- [DATA FOR THIS TASK]

——

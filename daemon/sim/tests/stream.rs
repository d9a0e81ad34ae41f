//! The frame stream as a producer contract: Hello first, sequence numbers from 1, valid batches of bounded
//! size and span, out-of-order only within the jitter, heartbeats and batches that keep their promises,
//! declared and silent dead time, and determinism (same seed, same bytes; sources on their own random
//! streams).

#![allow(clippy::unwrap_used)]

mod common;

use glint_sim::Simulator;
use glint_wire::pb::producer_frame::Body;
use glint_wire::{validate_batch, validate_hello, validate_status};
use prost::Message;

const JITTER_NS: i64 = 2_000_000;

fn busy_scenario() -> String {
    format!(
        "{}{}{}",
        common::header("busy", 60.0),
        common::GROUND,
        r#"
[[source]]
kind = "evaporation"
ra_deg = 35.0
dec_deg = -22.0
distance_pc = 0.03
t_offset_s = 20.0
[[source]]
kind = "afterglow_burst"
ra_deg = 28.0
dec_deg = -35.0
t_offset_s = 30.0
rise_s = 0.5
peak_rate_hz = 40.0
decay_index = 1.2
duration_s = 20.0
spectral_index = 2.5
[[source]]
kind = "glitch"
mode = "identical_timestamps"
t_offset_s = 40.0
photons = 30
[[source]]
kind = "glitch"
mode = "rate_jump"
t_offset_s = 45.0
duration_s = 5.0
factor = 3.0
[[source]]
kind = "dead"
t_offset_s = 10.0
duration_s = 2.5
declared = true
reason = "calibration"
[[source]]
kind = "dead"
t_offset_s = 50.0
duration_s = 3.2
declared = false
"#
    )
}

#[test]
fn frames_keep_the_producer_contract() {
    let s = common::scenario(&busy_scenario());
    let (t0, t_end) = (s.start_gps_ns, s.end_gps_ns());
    let frames = common::frames(&s, 7);
    let Some(Body::Hello(h)) = &frames[0].body else {
        panic!("first frame is not a Hello")
    };
    validate_hello(h).unwrap();
    assert_eq!(
        (h.instrument.as_str(), h.token.as_str(), h.schema_version),
        ("test-array", "test-token", 1)
    );

    let (silent_lo, silent_hi) = (t0 + 50_000_000_000, t0 + 53_200_000_000);
    let (declared_lo, declared_hi) = (t0 + 10_000_000_000, t0 + 12_500_000_000);
    let mut last_seq = 0;
    let mut gaps = Vec::new();
    let mut latest_t = t0;
    let mut promised = t0;
    let mut batch_promised = 0;
    let mut statuses = Vec::new();
    let mut declared = Vec::new();
    let mut photons = 0;
    for f in &frames[1..] {
        let (seq, now) = match f.body.as_ref().unwrap() {
            Body::Hello(_) => panic!("a second Hello"),
            Body::Batch(b) => {
                validate_batch(b, JITTER_NS).unwrap();
                assert!(!b.time_gps_ns.is_empty() && b.time_gps_ns.len() <= s.batch_max_photons);
                let (lo, hi) = (
                    b.time_gps_ns.iter().min().unwrap(),
                    b.time_gps_ns.iter().max().unwrap(),
                );
                assert!(
                    hi - lo <= s.batch_max_ns + JITTER_NS,
                    "batch {} spans {} ns",
                    b.seq,
                    hi - lo
                );
                for &t in &b.time_gps_ns {
                    assert!((t0..t_end).contains(&t));
                    // Out of order only within the jitter, never behind a heartbeat's promise nor behind an
                    // earlier batch's.
                    assert!(
                        t > latest_t - JITTER_NS && t >= promised - JITTER_NS,
                        "t {t} after {latest_t}"
                    );
                    assert!(
                        t >= batch_promised,
                        "t {t} behind an earlier batch's promise {batch_promised}"
                    );
                    latest_t = latest_t.max(t);
                    assert!(!(silent_lo..silent_hi).contains(&t) && !(declared_lo..declared_hi).contains(&t));
                }
                // The promise covers at most what was sent, and trails the newest photon by no more than the
                // jitter, except while a declared dead interval has yet to be declared: it waits at its start.
                let p = b.complete_before_gps_ns;
                assert!(
                    p <= hi + 1,
                    "batch {} promises {p} past its newest photon {hi}",
                    b.seq
                );
                assert!(
                    p >= hi - JITTER_NS || p == declared_lo,
                    "batch {} promises {p}, far behind its newest photon {hi}",
                    b.seq
                );
                batch_promised = batch_promised.max(p);
                photons += b.time_gps_ns.len() as u64;
                (b.seq, None)
            }
            Body::Status(st) => {
                validate_status(st).unwrap();
                if !st.dead.is_empty() {
                    assert!(
                        batch_promised <= declared_lo,
                        "a batch promised {batch_promised}, past the dead interval declared only now"
                    );
                }
                promised = st.now_gps_ns;
                declared.extend(
                    st.dead
                        .iter()
                        .map(|d| (d.start_gps_ns, d.end_gps_ns, d.reason.clone())),
                );
                statuses.push(st.now_gps_ns);
                (st.seq, Some(st.now_gps_ns))
            }
        };
        if seq != last_seq + 1 {
            gaps.push((last_seq, seq, now));
        }
        last_seq = seq;
    }
    // Heartbeats once a second of simulated time, the last at the end, none inside the silent gap.
    let expected: Vec<i64> = (1..=60)
        .map(|k| t0 + k * 1_000_000_000)
        .filter(|&t| !(t > silent_lo && t < silent_hi))
        .collect();
    assert_eq!(statuses, expected);
    // One gap: the frame lost at the gap's start and the heartbeats at 51, 52 and 53 s.
    assert_eq!(gaps.len(), 1, "{gaps:?}");
    assert_eq!(gaps[0].1 - gaps[0].0 - 1, 4);
    assert_eq!(
        declared,
        vec![(declared_lo, declared_hi, "calibration".to_string())]
    );
    assert_eq!(
        photons,
        Simulator::new(&s, 7).unwrap().fold(0, |n, f| match f.body {
            Some(Body::Batch(b)) => n + b.time_gps_ns.len() as u64,
            _ => n,
        })
    );
}

#[test]
fn truth_counts_what_was_sent() {
    let s = common::scenario(&busy_scenario());
    let mut sim = Simulator::new(&s, 7).unwrap();
    let frames: Vec<_> = sim.by_ref().collect();
    let truth = sim.truth();
    let kinds: Vec<&str> = truth.iter().map(|t| t.kind).collect();
    assert_eq!(
        kinds,
        [
            "evaporation",
            "afterglow_burst",
            "glitch",
            "glitch",
            "dead",
            "dead"
        ]
    );
    let ph = common::photons(&frames);
    // The identical-timestamp glitch: exactly its photons share its instant.
    let glitch_t = truth[2].t_gps_ns;
    assert_eq!(truth[2].photons, 30);
    assert_eq!(ph.iter().filter(|p| p.t == glitch_t).count(), 30);
    assert!(truth[2].counts_by_timescale.iter().all(|c| c.counts == 30));
    // The burst's windows nest: counts grow with the timescale and stop at its photon total.
    let c: Vec<u64> = truth[0].counts_by_timescale.iter().map(|c| c.counts).collect();
    assert_eq!(c.len(), 8);
    assert!(c.windows(2).all(|w| w[0] <= w[1]) && c[7] <= truth[0].photons && truth[0].photons > 50);
    // Within 5 deg of the burst (over 6 PSF sigmas) in its last 10 s: the truth's count plus background,
    // which is 200 Hz x cos^2(10 deg) / 1.354 sr x 0.0239 sr x 10 s = 34 photons ([calc] from the
    // acceptance), so at most 34 + 4 sqrt(34) = 57 extra.
    let ten = truth[0].counts_by_timescale[6].counts as usize;
    let near = ph
        .iter()
        .filter(|p| p.t > truth[0].t_gps_ns - 10_000_000_000 && p.t <= truth[0].t_gps_ns)
        .filter(|p| glint_sim::sky::separation_deg(p.ra, p.dec, 35.0, -22.0) < 5.0)
        .count();
    assert!(near >= ten && near < ten + 57, "{near} near vs {ten} in truth");
    // The rate jump doubled-plus the background for 5 s: 2 x 200 Hz x 5 s extra, within 4 sigma.
    let extra = truth[3].photons as f64;
    assert!(
        (extra - 2000.0).abs() < 4.0 * 2000f64.sqrt(),
        "rate jump sent {extra}"
    );
    assert_eq!(sim.stats().photons, ph.len() as u64);
}

fn encoded(frames: &[glint_wire::pb::ProducerFrame]) -> Vec<u8> {
    let mut out = Vec::new();
    for f in frames {
        f.encode_length_delimited(&mut out).unwrap();
    }
    out
}

#[test]
fn same_seed_same_bytes_other_seed_other_bytes() {
    let s = common::scenario(&busy_scenario());
    let a = encoded(&common::frames(&s, 42));
    let b = encoded(&common::frames(&s, 42));
    let c = encoded(&common::frames(&s, 43));
    assert!(a.len() > 100_000);
    assert_eq!(a, b);
    assert_ne!(a, c);
}

#[test]
fn adding_a_source_leaves_the_other_draws_alone() {
    let base = busy_scenario();
    let more = format!(
        "{base}\n[[source]]\nkind = \"steady\"\nra_deg = 30.0\ndec_deg = -26.0\nrate_hz = 5.0\nspectral_index = 2.2\n"
    );
    let key = |p: &common::Seen| (p.t, p.ra.to_bits(), p.dec.to_bits(), p.energy.to_bits());
    let mut a: Vec<_> = common::photons(&common::frames(&common::scenario(&base), 5))
        .iter()
        .map(key)
        .collect();
    let mut b: Vec<_> = common::photons(&common::frames(&common::scenario(&more), 5))
        .iter()
        .map(key)
        .collect();
    a.sort_unstable();
    b.sort_unstable();
    // Every photon of the base run is in the richer run, which only adds the steady source's.
    let mut j = 0;
    for p in &a {
        while j < b.len() && b[j] < *p {
            j += 1;
        }
        assert!(
            j < b.len() && b[j] == *p,
            "photon {p:?} of the base run is missing"
        );
        j += 1;
    }
    let added = b.len() - a.len();
    assert!(
        (added as f64 - 300.0).abs() < 4.0 * 300f64.sqrt(),
        "steady source added {added}"
    );
}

——

- [WHAT TO DO] What is needed is an exact copy of the entries from their first line down to the line with "let (t0, t_end)", that line included, and nothing beyond it.

- [OUTPUT BELOW]
filename daemon/sim/tests/stream.rs
repository d9a0e81ad34ae41f
//! The frame stream as a producer contract: Hello first, sequence numbers from 1, valid batches of bounded
//! size and span, out-of-order only within the jitter, heartbeats and batches that keep their promises,
//! declared and silent dead time, and determinism (same seed, same bytes; sources on their own random
//! streams).

#![allow(clippy::unwrap_used)]

mod common;

use glint_sim::Simulator;
use glint_wire::pb::producer_frame::Body;
use glint_wire::{validate_batch, validate_hello, validate_status};
use prost::Message;

const JITTER_NS: i64 = 2_000_000;

fn busy_scenario() -> String {
    format!(
        "{}{}{}",
        common::header("busy", 60.0),
        common::GROUND,
        r#"
[[source]]
kind = "evaporation"
ra_deg = 35.0
dec_deg = -22.0
distance_pc = 0.03
t_offset_s = 20.0
[[source]]
kind = "afterglow_burst"
ra_deg = 28.0
dec_deg = -35.0
t_offset_s = 30.0
rise_s = 0.5
peak_rate_hz = 40.0
decay_index = 1.2
duration_s = 20.0
spectral_index = 2.5
[[source]]
kind = "glitch"
mode = "identical_timestamps"
t_offset_s = 40.0
photons = 30
[[source]]
kind = "glitch"
mode = "rate_jump"
t_offset_s = 45.0
duration_s = 5.0
factor = 3.0
[[source]]
kind = "dead"
t_offset_s = 10.0
duration_s = 2.5
declared = true
reason = "calibration"
[[source]]
kind = "dead"
t_offset_s = 50.0
duration_s = 3.2
declared = false
"#
    )
}

#[test]
fn frames_keep_the_producer_contract() {
    let s = common::scenario(&busy_scenario());
    let (t0, t_end) = (s.start_gps_ns, s.end_gps_ns());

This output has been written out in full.